Why performance on GV100 increases by almost 50% when doubling the block size?

When running the kernel below on GV100, performance improves significantly when changing the block size from 64 threads to 128 threads (from 28us to 15us).

global void SimpleCopy(float* restrict dest, const float* restrict src)
int index = blockDim.x * blockIdx.x + threadIdx.x;

dest[index] = src[index];


Yes, I know that 64 seems like a small block size, however, when putting all the numbers together, I don’t know how to explain the speedup.

For the first configuration, the kernel is launched with 64 threads/block and 13440 blocks.
For the second configuration, the kernel is launched with 128 threads/block and 6720 blocks.

GV100 is C.C. 7.0, so max #blocks/SM is 32, max #warps/SM is 64 and max #threads/SM is 2048.

No shared memory used and register count is reported by Nsight to be 16, so none of these will be the limiting factor when computing occupancy.

Doing the math, we should have:

  • For the first configuration, where grid size is 13440 blocks and block size is 64 threads
    32 blocks/SM <=> 2048 threads/SM <=> 64 warps/SM
  • For the second configuration, where grid size is 6720 blocks and block size is 128 threads
    16 blocks/SM <=> 2048 threads/SM <=> 64 warps/SM

So, the same amount of warps per SM. Moreover, my GV100 reports to have 80SMs and both grid sizes are a multiple of 80, so no tail effect.

But then why the performance difference?
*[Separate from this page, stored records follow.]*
from fringe.demodulate.engine import SURVEY_SAMPLES, last_turn_start, stage1_store, survey
from fringe.demodulate.sessions import MIN_SIDEREAL_PHASES
from fringe.demodulate.settings import DemodSettings
from fringe.demodulate.turn_store import TurnStore
from fringe.demodulate.turns import TurnTable, glitch_status
from fringe.errors import ConfigError, FitError
from fringe.fit.incremental import (
    add_contribution,
    add_groups,
    check_settings,
    epoch_offset_s,
    groups_zero,
    noise_levels_from,
    passes_from_sums,
    sums_zero,
    window_size,
)
from fringe.fit.passes import design_columns, design_labels
from fringe.fit.settings import FitSettings, default_free
from fringe.frames import sidereal_angle_rad, time_cautions_recorded, time_span_cautions
from fringe.io.atomic import signals_deferred, write_atomic, write_json_atomic
from fringe.io.runreader import open_run, sha256

STATE_VERSION = 2      # 2: pieces are sample ranges (start, stop, complete); 1 still read
_ROW_NAMES = ("c", "b", "jc", "jb", "phi", "ninv", "t")


class StillWritten(Exception):  # noqa: N818 - a state, not a failure
    """A file a writer still holds has nothing new to take yet (the message says why)."""


def _save_npz(path: Path, arrays: dict) -> None:
    def writer(tmp):
        with open(tmp, "wb") as fh:
            np.savez(fh, **arrays)
    write_atomic(path, writer, overwrite=True)
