@dataclass(frozen=True)
class FitSettings:
    """Settings of stages 2-3 (see module docstring).

    Parameters
    ----------
    theory : str
    free : tuple of str or None
        Free coefficients (None: the theory's default set).
    fixed : dict
        Coefficients held at given values.
    uncertainty : {"reduced-chi2", "bootstrap", "formal"}
    lab_b0 : bool
        Fit a constant B offset (lab-fixed 2 theta systematic).
    lab_c0 : bool
        Fit a constant C offset (not allowed with ke_ZZ free).
    regress : tuple of str
        Auxiliary channels whose 2 theta amplitudes are regressed out.
    bootstrap_days : float
        Length of the resampled blocks of turns, days.
    n_bootstrap : int
    seed : int
    """

    theory: str = "sme"
    free: tuple | None = None
    fixed: dict = field(default_factory=dict)
    uncertainty: str = "reduced-chi2"
    lab_b0: bool = True
    lab_c0: bool = False
    regress: tuple = ()
    bootstrap_days: float = 1.0
    n_bootstrap: int = 200
    seed: int = 12345

    def __post_init__(self):
        if self.uncertainty not in UNCERTAINTY_MODES:
            raise ConfigError(f"--uncertainty: expected one of {', '.join(UNCERTAINTY_MODES)}, "
                              f"got {self.uncertainty!r}")

    def to_dict(self) -> dict:
        return {"theory": self.theory, "free": list(self.free) if self.free else None,
                "fixed": dict(self.fixed), "uncertainty": self.uncertainty,
                "lab_b0": self.lab_b0, "lab_c0": self.lab_c0, "regress": list(self.regress),
                "bootstrap_days": self.bootstrap_days, "n_bootstrap": self.n_bootstrap,
                "seed": self.seed}


def default_free(setup: Setup, span_days: float) -> tuple[str, ...]:
    """The default free coefficients of a theory for a record of ``span_days``."""
    name = setup.theory.name
    if name == "sme":
        return KE_NAMES + (KO_NAMES if span_days >= KO_DEFAULT_SPAN_DAYS else ())
    if name == "rms":
        atomic = (setup.apparatus.kind == "cavity-vs-reference"
                  and getattr(setup.apparatus, "reference", None) == "atomic")
        return ("rms_mm", "rms_kt") if atomic else ("rms_mm",)
    return setup.theory.parameter_names


#: Turns in the running median that sets each turn's noise level (odd).
NOISE_WINDOW_TURNS = 101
Where else does the block size play any role?
In Nsight Compute I see that Memory throughput, Mem busy and Mem pipes busy are almost double for the second configuration, but I don’t understand why. I would have expected the same values, since we have the same amount of warps per SM in both scenarios.

I would assume that launching blocks may have some overhead.

Have you measured kernel runtimes with a no-op kernel that does nothing?


Wow, thanks, I can’t believe it. Indeed, if launching an empty kernel I get same performance numbers: ~28us for 64th/block and ~15us for 128th/block.

Does this mean that for GV100 memory is so fast, that launching a higher number of blocks becomes the overhead?
Does NSight Compute provide any metric for this overhead?

And thanks again for your feedback!

Usually memory access should not be so fast.

There is probably something else going on, such as an error during memory access. Have you checked the return code of cudaGetLastError() after calling cudaDeviceSynchronize() ?

Running your test program in cuda-memcheck should also reveal any memory related errors in kernels, as well as CUDA API errors.

I checked with cuda-memcheck and no errors.
Also, I check for errors each CUDA function and nothing has been reported.

So maybe then the method you use for timing the kernel duration is not correct.

Kernel launches are asynchronous, so you have to include the cudaDeviceSynchronize() in the timing loop.

I have a hunch that you are only timing how long it takes to launch the kernel, and not how long it takes to execute.

The numbers I mentioned before are from NSight Systems. Same values are reported by NSight Compute.

The code also calls cudaDeviceSynchronize before exiting.